* _WORK INSTRUCTIONS_
When a line in the listing contains the string "tables", pick it out and copy it.

* _RECORDED DATA_
/* One numeric line of a run (take_numline and keep_sample for a log with a
 * sample); -1 when the series cannot grow (the reader has failed; the run
 * must still be ended). */
__attribute__((always_inline)) static inline int numrun_line(struct numrun *q, const double *val,
                                                             unsigned char term)
{
    int ok = 0;
    size_t row = q->line;
    q->row = row;
    q->records++;
    double t = val[SLOT_T] * q->t_scale;
    double rel = t - q->t_first;
    if (rel == q->t_prev) {
        count_event(&q->st->duplicate_time, row, q->tcol);
        goto next;
    }
    double v = val[SLOT_V] * q->v_scale + q->v_offset;
    if (!(v >= q->v_lo && v <= q->v_hi)) {
        count_event(&q->st->glitch_voltage, row, q->vcol);
        goto next;
    }
    double i = 0.0;
    if (q->i_a) {
        i = val[SLOT_I] * q->i_scale + q->i_offset;
        if (q->raw)
            i = (i - q->adc_offset) * q->adc_a;
        if (!(fabs(i) <= q->max_a)) {
            count_event(&q->st->glitch_current, row, q->icol);
            goto next;
        }
    }
    q->not_rising |= !(rel > q->t_prev);
    if (q->n >= q->cap) {
        struct reader *r = q->r;
        numrun_end(q);
        if (series_reserve_one(r->s) != 0) {
            fail(r, PB_ENOMEM, 0, 0, "out of memory%s", NULL);
            ok = -1;
            goto next;
        }
        numrun_begin(q, r); /* the columns have moved */
    }
    size_t k = q->n;
    q->t_s[k] = rel;
    q->line_of[k] = row < UINT32_MAX ? (uint32_t)row : UINT32_MAX;
    q->v_v[k] = v;
    if (q->i_a) {
        q->i_a[k] = i;
        q->peak_a = max_of(q->peak_a, fabs(i));
    }
    if (q->temp_c) {
        q->temp_c[k] = temp_kept(val[SLOT_TEMP] * q->tc_scale + q->tc_offset, &q->temp_prev,
                                 &q->have_temp_prev, &q->st->temp_repaired, row, q->tempcol);
    }
    q->t_prev = rel;
    q->n++;
    q->kept++;
next:
    /* as on_row counts a CR, an LF or a CR LF pair */
    if (term != '\n' || !q->after_cr)
        q->line++;
    q->after_cr = term == '\r';
    return ok;
}

/* Plain lines at a record boundary are split here and handed to the same
 * field and row code; a line with a quote or a space, a long line, the
 * header (columns not yet mapped) and a line cut by the block's end go
 * through libcsv, which then finishes its record before the fast path
 * resumes. The output is the same either way (tests/unit/test_logread.c
 * compares both on every file in tests/data and samples/). Lines are
 * counted in on_row, which CSV_REPALL_NL calls for every unquoted CR and
 * LF. Numeric lines take their own path (numline_scan, runs of them
 * numrun_line); buf[len] must be a stop byte for it ('\0'). */
static void feed(struct reader *r, struct csv_parser *p, const char *buf, size_t len)
{
    if (r->opts->no_fast_path) {
        feed_csv(r, p, buf, len);
        return;
    }
    unsigned char cls[256];
    fast_classes(cls, r->st->delimiter);
    const unsigned char *u = (const unsigned char *)buf;
    size_t at = 0;
    struct numline nl;
    int num = numline_ok(r);
    if (num)
        numline_init(&nl, r);
    double val[SLOT_TEMP + 1];
    struct numrun q;
    int run = 0;
    while (at < len) {
        size_t e;
        unsigned char term;
        if (num && (run || at_record_start(r, p)) && numline_scan(&nl, u, at, &e, &term, val)) {
            if (!run && numrun_ok(r)) {
                numrun_begin(&q, r);
                run = 1;
            }
            if (!run)
                take_numline(r, val, term);
            else if (numrun_line(&q, val, term) != 0) {
                numrun_end(&q); /* out of memory: the reader has failed */
                return;
            }
            at = e + 1;
            continue;
        }
        if (run) {
            numrun_end(&q);
            run = 0;
        }
        if (!num && numline_ok(r)) { /* the layout and the time's form are known now */
            numline_init(&nl, r);
            num = 1;
            continue;
        }
        size_t starts[FAST_MAX_FIELDS + 1];
        int nf, plain;
        unsigned char c;
        e = split_line(cls, u, at, len, starts, &nf, &plain, &c);
        if (e == len) {
            /* no line end in the block: libcsv keeps the piece */
            feed_csv(r, p, buf + at, len - at);
            return;
        }
        if (!(plain && r->mapped && at_record_start(r, p)) || e - at > FAST_MAX_LINE) {
            feed_csv(r, p, buf + at, e + 1 - at);
            at = e + 1;
            continue;
        }
        /* an empty line has no fields: libcsv reports only its line end */
        if (e > at) {
            size_t line = r->line;
            for (int k = 0; k < nf; k++)
                take_field(r, buf + starts[k], starts[k + 1] - 1 - starts[k], line, NULL);
        }
        on_row(c == FAST_CR ? '\r' : '\n', r);
        at = e + 1;
    }
    if (run)
        numrun_end(&q);
}

/* ---- reading ahead ----------------------------------------------------
 * With a core free, a second thread reads the blocks after the first into
 * a ring of AHEAD_BLOCKS buffers and splits and parses the oldest block read
 * (its numeric lines' numbers, its plain lines' fields and numbers) into the
 * block's tables, while this thread runs the reader over the blocks in
 * order. Both cores parse: a block that this thread finds read but not yet
 * claimed it reads itself with feed(), and while the next block is still
 * being parsed it parses a later one into its tables. The splitting and
 * the numbers are the same either way (numline_scan, split_line and
 * num_parse), so the reader takes the same fields and numbers in the same
 * order as feed() would give them. */
#define AHEAD_BYTES (256u << 10)
#define AHEAD_BLOCKS 4
#define AHEAD_START (64u << 10) /* of the first block read before the thread starts */

enum ahead_state { BLK_FREE = 0, BLK_READ, BLK_PARSING, BLK_PARSED };

struct ahead_line {
    size_t end;    /* its CR or LF (a CR LF pair's LF); len: cut by the block's end */
    size_t field0; /* its first field in start[] and pre[]; a numeric line's in num[] */
    int nf, plain;
    unsigned char term, numeric;
};

#define NUMLINE_VALS (SLOT_TEMP + 1) /* a numeric line's values, by slot */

* _ANSWER TO THE EXERCISE_
 * block's tables, while this thread runs the reader over the blocks in
 * being parsed it parses a later one into its tables. The splitting and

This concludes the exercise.